--- PROVIDED INFORMATION Enclosed Below ---
//! One port of the host: what is written to it goes on its way to the drivers, waits, or is refused.

use std::collections::VecDeque;

use arrayvec::ArrayVec;
use gripline::standin::sim::Sim;
use gripline::units::Mono;
use gripline::wire::MAX_ON_LINE;

type Chunk = ArrayVec<u8, { MAX_ON_LINE + 8 }>;

/// Frames that the kernel takes while nothing is sent on; a terminal's buffer of 4 KiB is about this.
const QUEUE: usize = 60;

#[derive(Debug)]
pub(crate) struct Port {
    pub(crate) open: bool,
    pub(crate) openings: u32,
    /// The kernel counts what is unsent.
    pub(crate) counts: bool,
    /// Nothing is sent on.
    clogged: bool,
    /// Writing is refused.
    pub(crate) refuses: bool,
    /// From a write until the drivers have it.
    pub(crate) delay_ns: u64,
    unsent: VecDeque<Chunk>,
    under_way: VecDeque<(Mono, Chunk)>,
}

impl Port {
    pub(crate) fn new(delay_ns: u64, counts: bool) -> Self {
        Self {
            open: true,
            openings: 1,
            counts,
            clogged: false,
            refuses: false,
            delay_ns,
            unsent: VecDeque::new(),
            under_way: VecDeque::new(),
        }
    }

    /// Takes the bytes, all or none.
    pub(crate) fn write(&mut self, now: Mono, bytes: &[u8]) -> bool {
        if !self.open || self.refuses || self.unsent.len() >= QUEUE {
            return false;
        }
        let chunk = bytes.iter().copied().collect();
        if self.clogged {
            self.unsent.push_back(chunk);
        } else {
            self.under_way.push_back((now.plus_ns(self.delay_ns), chunk));
        }
        true
    }

    pub(crate) fn discard_unsent(&mut self) {
        self.unsent.clear();
    }

    /// Frames in the kernel's queue, where it counts.
    pub(crate) fn unsent(&self) -> Option<u16> {
        self.counts.then(|| u16::try_from(self.unsent.len()).unwrap())
    }

    pub(crate) fn clog(&mut self, clogged: bool, now: Mono) {
        self.clogged = clogged;
        if !clogged {
            let due = now.plus_ns(self.delay_ns);
            self.under_way.extend(self.unsent.drain(..).map(|it| (due, it)));
        }
    }

    /// The device is pulled out, with all that was in it.
    pub(crate) fn go(&mut self) {
        self.open = false;
        self.unsent.clear();
        self.under_way.clear();
    }

    pub(crate) fn come_back(&mut self) {
        self.open = true;
        self.openings += 1;
    }

    /// Gives the drivers what has come through to them.
    pub(crate) fn deliver(&mut self, now: Mono, link: usize, sim: &mut Sim) {
        while self.under_way.front().is_some_and(|(due, _)| *due <= now) {
            if let Some((_, bytes)) = self.under_way.pop_front() {
                sim.bytes_in(link, &bytes);
            }
        }
    }
}
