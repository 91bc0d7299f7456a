//! After a stop the base stands: within its time and distance, and until it is allowed to move again.

use gripline::units::{Mono, s_to_ns};

use crate::faults::Allowed;
use crate::law;
use crate::permission::Permission;

/// A stop and what it is held against.
#[derive(Clone, Debug)]
struct Stop {
    why: &'static str,
    /// Index of the fault behind it; `None` for what the core or the drivers began.
    fault: Option<usize>,
    since: Mono,
    command_by: Mono,
    rest_by: Mono,
    /// Path of the outermost point at its beginning, and how far it may go.
    path_m: f64,
    distance_m: f64,
    /// How often the base had been allowed to move by then.
    grants: u32,
    needs_reset: bool,
}

/// What the base does at a moment.
#[derive(Clone, Copy, Debug)]
pub(crate) struct Motion {
    /// The drivers make some wheel turn.
    pub(crate) commanded: bool,
    /// Some wheel turns.
    pub(crate) turns: bool,
    /// All wheels and encoders are sound, so that what is commanded is what happens.
    pub(crate) sound: bool,
    /// Nothing but one fault has happened: the distance is its own.
    pub(crate) alone: bool,
    /// Path of the outermost point so far.
    pub(crate) path_m: f64,
}

#[derive(Debug, Default)]
pub(crate) struct Standing {
    stops: Vec<Stop>,
}

impl Standing {
    /// From now on the base must come to stand.
    pub(crate) fn begin(
        &mut self,
        (why, fault): (&'static str, Option<usize>),
        now: Mono,
        allowed: Allowed,
        (path_m, grants, needs_reset): (f64, u32, bool),
    ) {
        // One that must stand already, and has had its time, need not be told again.
        if self.stops.iter().any(|it| it.grants == grants && it.rest_by <= now) {
            return;
        }
        self.stops.push(Stop {
            why,
            fault,
            since: now,
            command_by: now.plus_ns(s_to_ns(allowed.command_s)),
            rest_by: now.plus_ns(s_to_ns(allowed.rest_s)),
            path_m,
            distance_m: allowed.distance_m,
            grants,
            needs_reset,
        });
    }

    /// A faster pace was taken after a fault and before it was seen: the row of that pace holds.
    pub(crate) fn faster(&mut self, now: Mono, fault: usize, allowed: Allowed) {
        for stop in self.stops.iter_mut().filter(|it| it.fault == Some(fault) && it.command_by > now) {
            stop.command_by = stop.command_by.max(stop.since.plus_ns(s_to_ns(allowed.command_s)));
            stop.rest_by = stop.rest_by.max(stop.since.plus_ns(s_to_ns(allowed.rest_s)));
            stop.distance_m = stop.distance_m.max(allowed.distance_m);
        }
    }

    /// Another fault: what has still to come to stand may take as long as the slowest of them, counted from now.
    pub(crate) fn put_off(&mut self, now: Mono, allowed: Allowed) {
        let (command_by, rest_by) =
            (now.plus_ns(s_to_ns(allowed.command_s)), now.plus_ns(s_to_ns(allowed.rest_s)));
        for stop in self.stops.iter_mut().filter(|it| it.rest_by > now) {
            stop.command_by = stop.command_by.max(command_by);
            stop.rest_by = stop.rest_by.max(rest_by);
            stop.distance_m = f64::INFINITY;
        }
    }

    /// Some stop is under way, or over and not yet followed by a permission to move.
    pub(crate) fn expects(&self) -> bool {
        !self.stops.is_empty()
    }

    /// Looks at a moment.
    pub(crate) fn look(
        &mut self,
        now: Mono,
        motion: Motion,
        permission: &mut Permission,
    ) -> Result<(), String> {
        self.stops.retain(|it| it.grants == permission.grants);
        for stop in &mut self.stops {
            let after_s = now.since_s(stop.since);
            if now > stop.command_by {
                law!(!motion.commanded, "{}: {after_s:.3} s after it wheels are told to turn", stop.why);
                permission.revoke(stop.needs_reset);
            }
            if now > stop.rest_by && motion.sound {
                law!(!motion.turns, "{}: {after_s:.3} s after it a wheel turns", stop.why);
                if motion.alone {
                    let went_m = motion.path_m - stop.path_m;
                    law!(
                        went_m <= stop.distance_m,
                        "{}: the base went {went_m:.3} m, {:.3} allowed",
                        stop.why,
                        stop.distance_m
                    );
                }
            }
        }
        Ok(())
    }
}
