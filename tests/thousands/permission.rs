//! What a person has to do before the base may move, written down a second time and without the core: after a trip
//! reset, then ready, then release and press; after a stop by the host release and press. Whatever is not in that
//! order does not count.

use gripline::config::Plan;
use gripline::core::Phase;
use gripline::core::io::{Buttons, ConsoleInput, PadInput};
use gripline::shaping::Sticks;
use gripline::units::{Mono, s_to_ns};

/// What is still missing.
#[derive(Clone, Copy, Debug, PartialEq, Eq)]
enum Missing {
    Reset,
    Ready,
    Release,
    Press,
    Nothing,
}

#[derive(Debug)]
pub(crate) struct Permission {
    missing: Missing,
    /// How often the base was allowed to move.
    pub(crate) grants: u32,
    pressed: bool,
    reset_since: Option<Mono>,
    /// Only the pad may reset.
    pub(crate) at_pad_only: bool,
}

impl Permission {
    /// As at the start of the program: parked.
    pub(crate) fn new() -> Self {
        Self { missing: Missing::Ready, grants: 0, pressed: false, reset_since: None, at_pad_only: false }
    }

    /// It may move.
    pub(crate) fn given(&self) -> bool {
        self.missing == Missing::Nothing
    }

    /// What the person does in a tick, who sees the phase of the tick before.
    pub(crate) fn watch(
        &mut self,
        now: Mono,
        plan: &Plan,
        seen: Phase,
        pad: &PadInput,
        console: ConsoleInput,
    ) {
        let was = self.pressed;
        let on = pad.present && pad.hold >= plan.pad.hold_on;
        let stays = was && pad.present && pad.hold.min(pad.hold_least) >= plan.pad.hold_off;
        self.pressed = on || stays;
        let edge = self.pressed && !stays;
        let free = pad.present && !self.pressed && centred(plan, pad.sticks);
        match (self.missing, seen) {
            (Missing::Reset, Phase::Tripped) => {
                if pad.pressed.has(Buttons::RESET) {
                    self.reset_since = Some(now);
                }
                if !pad.present || !pad.down.has(Buttons::RESET) {
                    self.reset_since = None;
                }
                let hold_ns = s_to_ns(plan.guard.reset_hold_s);
                let held = self.reset_since.is_some_and(|since| now.since_ns(since) >= hold_ns);
                let console = console.reset && plan.console.reset && !self.at_pad_only;
                if (held || console) && free {
                    self.reset_since = None;
                    self.missing = Missing::Ready;
                }
            }
            (Missing::Ready, Phase::Parked) if free && pad.pressed.has(Buttons::READY) => {
                self.missing = Missing::Release;
            }
            (Missing::Release, Phase::Ready) if !self.pressed => self.missing = Missing::Press,
            (Missing::Press, Phase::Ready) if edge => {
                // A press off-centre is spent.
                let counts = centred(plan, pad.sticks);
                self.missing = if counts { Missing::Nothing } else { Missing::Release };
                self.grants += u32::from(counts);
            }
            _ => {}
        }
    }

    /// What the program says after that tick: a phase that wants more takes back what was done.
    pub(crate) fn hear(&mut self, phase: Phase, tripped_anew: bool) {
        match phase {
            Phase::Tripped if tripped_anew || !matches!(self.missing, Missing::Reset | Missing::Ready) => {
                self.missing = Missing::Reset;
                self.reset_since = None;
            }
            Phase::Stopping if self.missing == Missing::Nothing => self.missing = Missing::Release,
            Phase::Parked if self.at_pad_only => {
                // It has been reset.
                self.at_pad_only = false;
                self.missing = Missing::Ready;
            }
            Phase::Parked if !matches!(self.missing, Missing::Reset | Missing::Ready) => {
                self.missing = Missing::Ready;
            }
            Phase::Parked | Phase::Ready | Phase::Driving | Phase::Stopping | Phase::Tripped => {}
        }
    }

    /// A stop that must have taken the permission back has had its time.
    pub(crate) fn revoke(&mut self, needs_reset: bool) {
        if self.missing == Missing::Nothing {
            self.missing = if needs_reset { Missing::Reset } else { Missing::Release };
        }
    }

    /// The program starts anew.
    pub(crate) fn start_again(&mut self) {
        *self = Self { grants: self.grants, ..Self::new() };
    }
}

fn centred(plan: &Plan, sticks: Sticks) -> bool {
    let within = plan.pad.response.deadband;
    sticks.x.hypot(sticks.y) <= within && sticks.turn.abs() <= within
}
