//! What holds in every tick of every drive, whatever goes wrong: frames fit the phase, wheels turn only in Driving and
//! Stopping, no limit is passed, nothing sent skids the wheels.

use gripline::base::Twist;
use gripline::config::{Plan, WheelPlan};
use gripline::core::{Event, Outputs, Phase};
use gripline::shaping::Frame;
use gripline::wire::{Mode, ToDrivers};

use crate::law;

/// What rounding may add to a limit.
const ROUNDING: f64 = 1.0 + 1e-6;
/// So fast the room's frame follows a heading that jumps.
const HEADING_CORRECTION_RAD_S: f64 = 0.5;

pub(crate) struct Laws {
    /// Greatest turn and travel of any pace.
    fastest: (f64, f64),
    /// What a change of frame or the room's frame may add to the travel acceleration.
    grip_m_s2: f64,
    before: Twist,
    /// The sticks have meant nothing but the base's frame so far.
    base_frame_only: bool,
    stopping_ticks: u32,
}

impl Laws {
    pub(crate) fn new(plan: &Plan) -> Self {
        let paces = || plan.paces.iter().map(|it| it.pace);
        let grip = |it: gripline::shaping::Pace| plan.limits.grip_m_s2.min(it.travel_m_s * it.turn_rad_s);
        Self {
            fastest: (
                paces().map(|it| it.turn_rad_s).fold(0.0, f64::max),
                paces().map(|it| it.travel_m_s).fold(0.0, f64::max),
            ),
            grip_m_s2: paces().map(grip).fold(0.0, f64::max),
            before: Twist::ZERO,
            base_frame_only: true,
            stopping_ticks: 0,
        }
    }

    /// Looks at what one tick decided. `stop_s`: how long the host's own stop may take.
    pub(crate) fn look(&mut self, plan: &Plan, out: &Outputs, stop_s: f64) -> Result<(), String> {
        frames(plan, out)?;
        self.limits(plan, out)?;
        law!(
            !out.events.iter().any(|it| matches!(it, Event::LastCheckFired)),
            "the shaper's last check fired"
        );
        self.stopping_ticks = if out.phase == Phase::Stopping { self.stopping_ticks + 1 } else { 0 };
        let stopping_s = f64::from(self.stopping_ticks.saturating_sub(1)) * plan.tick.period_s();
        law!(stopping_s <= stop_s, "in Stopping for {stopping_s:.3} s, {stop_s:.3} allowed");
        Ok(())
    }

    fn limits(&mut self, plan: &Plan, out: &Outputs) -> Result<(), String> {
        let twist = out.view.sent;
        let before = core::mem::replace(&mut self.before, twist);
        self.base_frame_only &= out.view.frame == Frame::Base;
        let (turn, travel) = self.fastest;
        law!(twist.turn_rad_s.abs() <= turn * 1.001, "turns at {} of {turn} rad/s", twist.turn_rad_s);
        law!(twist.travel_m_s() <= travel * 1.001, "travels at {} of {travel} m/s", twist.travel_m_s());
        if out.phase == Phase::Tripped {
            // The drivers make the ramp.
            return Ok(());
        }
        let per_s = 1.0 / plan.tick.period_s();
        let limits = &plan.limits;
        let step = Twist::new(
            (twist.turn_rad_s - before.turn_rad_s) * per_s,
            (twist.x_m_s - before.x_m_s) * per_s,
            (twist.y_m_s - before.y_m_s) * per_s,
        );
        law!(step.turn_rad_s.abs() <= limits.turn_rad_s2 * ROUNDING, "{} rad/s2", step.turn_rad_s);
        let most = limits.speed_up_m_s2.max(limits.slow_down_m_s2).max(limits.stop_m_s2);
        // In the room's frame the twist also turns with the base, and follows a heading that was corrected.
        let turns = self.grip_m_s2 * 1.01 + HEADING_CORRECTION_RAD_S * travel;
        let most = if self.base_frame_only { most } else { most + turns };
        law!(step.travel_m_s() <= most * ROUNDING, "{} of {most} m/s2", step.travel_m_s());
        let change = plan.layout.wheel_speeds(step);
        let speeds = plan.layout.wheel_speeds(twist);
        for ((speed, change), wheel) in speeds.iter().zip(&change).zip(&plan.wheels) {
            law!(speed.abs() <= wheel.max_rad_s * ROUNDING, "{}: {speed} rad/s", wheel.name);
            law!(change.abs() <= wheel.max_rad_s2 * ROUNDING, "{}: {change} rad/s2", wheel.name);
        }
        Ok(())
    }
}

/// Wheel speed in one count of the drivers, with its sign.
pub(crate) fn rad_s_per_count(plan: &Plan, wheel: &WheelPlan) -> f64 {
    let lsb = f64::from(plan.links[wheel.link].speed_lsb_urad_s) * 1e-6 / wheel.gear;
    if wheel.reversed { -lsb } else { lsb }
}

/// Every frame fits its phase, and its counts are those of a twist.
fn frames(plan: &Plan, out: &Outputs) -> Result<(), String> {
    let motion = matches!(out.phase, Phase::Driving | Phase::Stopping);
    let told = plan.layout.wheel_speeds(out.view.sent);
    for frame in &out.frames {
        let index = usize::from(frame.link);
        let link = &plan.links[index];
        let drive = match &frame.message {
            ToDrivers::Drive(drive) => drive,
            ToDrivers::Clear { .. } => {
                law!(out.phase == Phase::Tripped, "a Clear in {:?}", out.phase);
                continue;
            }
            ToDrivers::Ask => continue,
            ToDrivers::Stop { .. } => return Err("a Stop past the stop line".to_owned()),
        };
        let mode = match out.phase {
            Phase::Parked => Mode::Park,
            Phase::Ready => Mode::Hold,
            Phase::Driving | Phase::Stopping => Mode::Run,
            Phase::Tripped => return Err("a Drive in Tripped".to_owned()),
        };
        law!(drive.mode == mode, "{:?} in {:?}", drive.mode, out.phase);
        law!(drive.valid_ms == link.valid_ms && drive.ramp_ms > 0, "{drive:?}");
        law!(drive.speeds.len() == usize::from(link.channels), "{drive:?}");
        law!(motion || drive.speeds.iter().all(|it| *it == 0), "{drive:?} in {:?}", out.phase);
        let mut used = 0;
        for (wheel, told) in plan.wheels.iter().zip(&told).filter(|(it, _)| it.link == index) {
            let lsb = rad_s_per_count(plan, wheel);
            let counts = drive.speeds[usize::from(wheel.channel)];
            used += u32::from(counts != 0);
            let off = (f64::from(counts) - told / lsb).abs();
            law!(off <= 0.5 + 1e-6, "{}: {counts} counts for {told} rad/s is off by {off}", wheel.name);
        }
        let sent = u32::try_from(drive.speeds.iter().filter(|it| **it != 0).count()).unwrap();
        law!(sent == used, "an unused channel is told to turn: {drive:?}");
    }
    law!(out.cause.is_some() == (out.phase == Phase::Tripped), "{:?} in {:?}", out.cause, out.phase);
    law!(!out.pull_stop || out.phase == Phase::Tripped, "the stop line is pulled in {:?}", out.phase);
    law!(out.release_stop_line.is_none() || out.phase != Phase::Tripped, "the stop line rests in Tripped");
    law!(out.stop_sequence.len() == plan.links.len() && out.events.len() <= 16, "no stop for a link");
    Ok(())
}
--- End of Enclosed PROVIDED INFORMATION ---
HOW TO COMPLETE THIS TASK: Please retype, exactly as written, every line from the line containing "let sent = u32::try_from(drive.speeds.iter().filter(|it|" through the last line of the records above, including both of those lines, and nothing else.

EXERCISE RESPONSE:
        let sent = u32::try_from(drive.speeds.iter().filter(|it| **it != 0).count()).unwrap();
        law!(sent == used, "an unused channel is told to turn: {drive:?}");
    }
    law!(out.cause.is_some() == (out.phase == Phase::Tripped), "{:?} in {:?}", out.cause, out.phase);
    law!(!out.pull_stop || out.phase == Phase::Tripped, "the stop line is pulled in {:?}", out.phase);
    law!(out.release_stop_line.is_none() || out.phase != Phase::Tripped, "the stop line rests in Tripped");
    law!(out.stop_sequence.len() == plan.links.len() && out.events.len() <= 16, "no stop for a link");
    Ok(())
}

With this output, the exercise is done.